I grew up going to church but I’m not religious now and I never really understood this part.
Please, no answers along the lines of “aha, that’s why Christianity is a sham” or “religions aren’t logical”. I don’t want to debate whether it’s right or wrong, I just want to understand the logic and reasoning that Christians use to explain this.
The theological answer, as I learned it, is most clearly spelled out in James 2:14-26, often referenced through the phrase “faith without works is dead”. The short version is: faith in Jesus will save you, not good deeds. However, if you have faith in Jesus, then that faith will manifest itself through good deeds. If someone proclaims their faith but doesn’t act lovingly, then they don’t actually have faith and won’t be saved.
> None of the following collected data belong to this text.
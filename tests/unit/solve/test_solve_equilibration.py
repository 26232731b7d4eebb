"""Factorisation where the sizes given for the unknowns are off by many powers of ten along a chain."""

from __future__ import annotations

from collections.abc import Callable
from typing import Any

import numpy as np
import pytest
import scipy.sparse as sp

from eqsheet.solve.factor import factorise


def chain(n: int) -> np.ndarray[Any, Any]:
    """Tridiagonal and well conditioned."""
    matrix = np.diag(np.full(n, -2.4)) + np.diag(np.full(n - 1, 1.4), -1) + np.diag(np.full(n - 1, 1.0), 1)
    return np.asarray(matrix)


@pytest.mark.parametrize("form", [np.asarray, sp.csc_matrix], ids=["dense", "sparse"])
@pytest.mark.parametrize("growth", [0.4, 1.0, 2.5])
def test_sizes_that_grow_along_a_chain(form: Callable[[Any], Any], growth: float) -> None:
    matrix = chain(60)
    weights = growth ** np.arange(60.0)
    solution = np.cos(np.arange(60.0))
    factor = factorise(form(matrix), weights)
    assert not factor.singular
    found = weights * factor.solve(matrix @ solution)
    assert abs(found - solution).max() < 1e-11


@pytest.mark.parametrize("form", [np.asarray, sp.csc_matrix], ids=["dense", "sparse"])
def test_a_singular_matrix_stays_singular(form: Callable[[Any], Any]) -> None:
    matrix = chain(20)
    matrix[7] = matrix[3] + matrix[12]
    assert factorise(form(matrix), np.ones(20)).singular
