"""Sparse blocks: the same answers as dense ones, singular vectors, and facts of failure."""

from dataclasses import replace

import numpy as np
import pytest
import scipy.sparse as sp
from solve_problems import problem

from eqsheet.solve.explain import explain
from eqsheet.solve.factor import factorise, smallest_singular_vectors
from eqsheet.solve.ladder import solve_block
from eqsheet.solve.outcome import Status


def banded(n):
    rng = np.random.default_rng(3)
    return sp.diags(
        [rng.uniform(-1, 1, n - 1), rng.uniform(3, 4, n), rng.uniform(-1, 1, n - 1)], [-1, 0, 1]
    ).tocsc()


def test_solve_rows_and_condition_agree_with_dense():
    matrix = banded(40)
    weights = np.linspace(0.1, 10, 40)
    right = np.cos(np.arange(40.0))
    sparse, dense = factorise(matrix, weights), factorise(matrix.toarray(), weights)
    assert sparse.solve(right) == pytest.approx(dense.solve(right), rel=1e-12)
    assert sparse.inverse_row(7) == pytest.approx(dense.inverse_row(7), rel=1e-10, abs=1e-14)
    assert not sparse.singular


def test_null_vectors_of_a_sparse_singular_matrix():
    # A chain of differences closed to a ring: the constant vector is free.
    n = 50
    matrix = sp.diags([-np.ones(n), np.ones(n - 1)], [0, 1]).tolil()
    matrix[n - 1, 0] = 1.0
    smallest, left, right = smallest_singular_vectors(matrix.tocsc() / 2.0)
    assert smallest < 1e-9
    assert np.abs(right) == pytest.approx(np.full(n, n**-0.5), rel=1e-6)
    assert np.abs(left) == pytest.approx(np.full(n, n**-0.5), rel=1e-6)


def heated_rod(n, source):
    """Conduction with a reaction: T'' + source * exp(T) = 0 on a grid; no solution above a critical
    source."""
    h2 = 1.0 / (n + 1) ** 2

    def residual(x):
        padded = np.concatenate(([0.0], x, [0.0]))
        return padded[:-2] - 2 * padded[1:-1] + padded[2:] + h2 * source * np.exp(x)

    def jacobian(x):
        return sp.diags([np.ones(n - 1), -2 + h2 * source * np.exp(x), np.ones(n - 1)], [-1, 0, 1]).tocsc()

    dense = problem(residual, lambda x: np.eye(n), np.full(n, 0.1), magnitude=np.ones(n))
    return replace(dense, linearise=lambda x: (residual(x), jacobian(x)))


def test_a_large_block_is_solved():
    # Bratu's problem in one dimension: 3.5138307 is the critical source, and the peak at a source of 1 is
    # 0.14053921 (from memory, both to be found in every text on it).
    outcome = solve_block(heated_rod(2001, 1.0))
    assert outcome.status is Status.CONVERGED
    assert outcome.x.max() == pytest.approx(0.14053921, abs=1e-6)


def test_a_large_block_without_a_solution_ends_with_facts():
    p = heated_rod(1001, 4.0)
    outcome = solve_block(p)
    assert not outcome.solved
    facts = explain(p, outcome)
    assert facts.not_finite == -1
    assert facts.worst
So a Christian should be a good person not because being good will save them, but because being good is a result of genuine faith.
In Jesus’s time, there were three different sects of Judaism.
One of them, the Sadducees, allegedly believed there was no life after death and that God didn’t care at all about what people did or didn’t do.
Their answer to your question of following the law is perhaps the most interesting.
They believed that what was put forth as laws were a gift to humanity and that following them inherently led to a better life in the here and now.
While I don’t personally see all of the laws put forward as beneficial, there are certainly instances where that makes a lot of sense.
For example, look at the full version of one of the commandments:
Honor your father and your mother, so that your days may be long in the land that the LORD your God is giving you.
- Exodus 20:12
Would following a commandment to take care of your parents in their old age (‘honor’ here comes from the word for burden) benefit you by setting an example such that when you are old that you too would be taken care of?
This was almost like social security in antiquity, much like the Sabbath was one of the first labor laws preventing working anyone more than 6 days in a row.
There’s something called the overjustification effect, where when you introduce external reward systems for something intrinsically rewarding people over focus on the external and forget the internal benefits. I think a number of religions have serious issues with that.
There’s even a certain irony in Job, named ‘persecuted’ in Hebrew because even though he lived a good life he experienced suffering which it explains by the intervention of Satan, today in the most common language among believers being the exact same word as “to do a task with the expectation of a reward.”
Maybe we’re too focused on the rewards.
TLDR: He doesn’t forgive anyone who sins, he forgives those who repent. Repent not meaning “feeling sorry” as many seem to explain, but actually meaning “to turn away” which means changing fundamentally as a human being. From a bad person to a good person.
Someone who doesn’t change and act good most of the time isn’t repentant, so isn’t forgiven. So basically, you prove it with your actions and how you live your life, not with just words only. By this measurement, Republican “Christians” aren’t repentant and so aren’t forgiven.
Not a Christian anymore, but I used to be for a very long time. Sidebar: “You will know a tree by it’s fruit” AKA you’ll know what kind of person someone is by what they do. Anyone who’s even skimmed the bible (especially the new testament) would easily understand that most conservative “christians” aren’t Christian at all, but rather like the Pharisees (phony religious types) that Jesus constantly argued with and condemned.
Other note: Sikhs actually live the way Christian claim to. I could easily make a “hard to swallow pill” meme which said: “Sikhs are better Christians than actual Christians are.”
I’m catholic, and to me it’s because behaving in a good way will simply make you live better;
the idea is that sin is something that turns you away from God, but being close to God is what makes you truly happy
So even in this life, behaving in a good way would make you live better and happier
IIRC the trick is to get your forgiveness after the last dick move, but before you die. If you mess up the timing, eternal damnation so it’s safer to be good.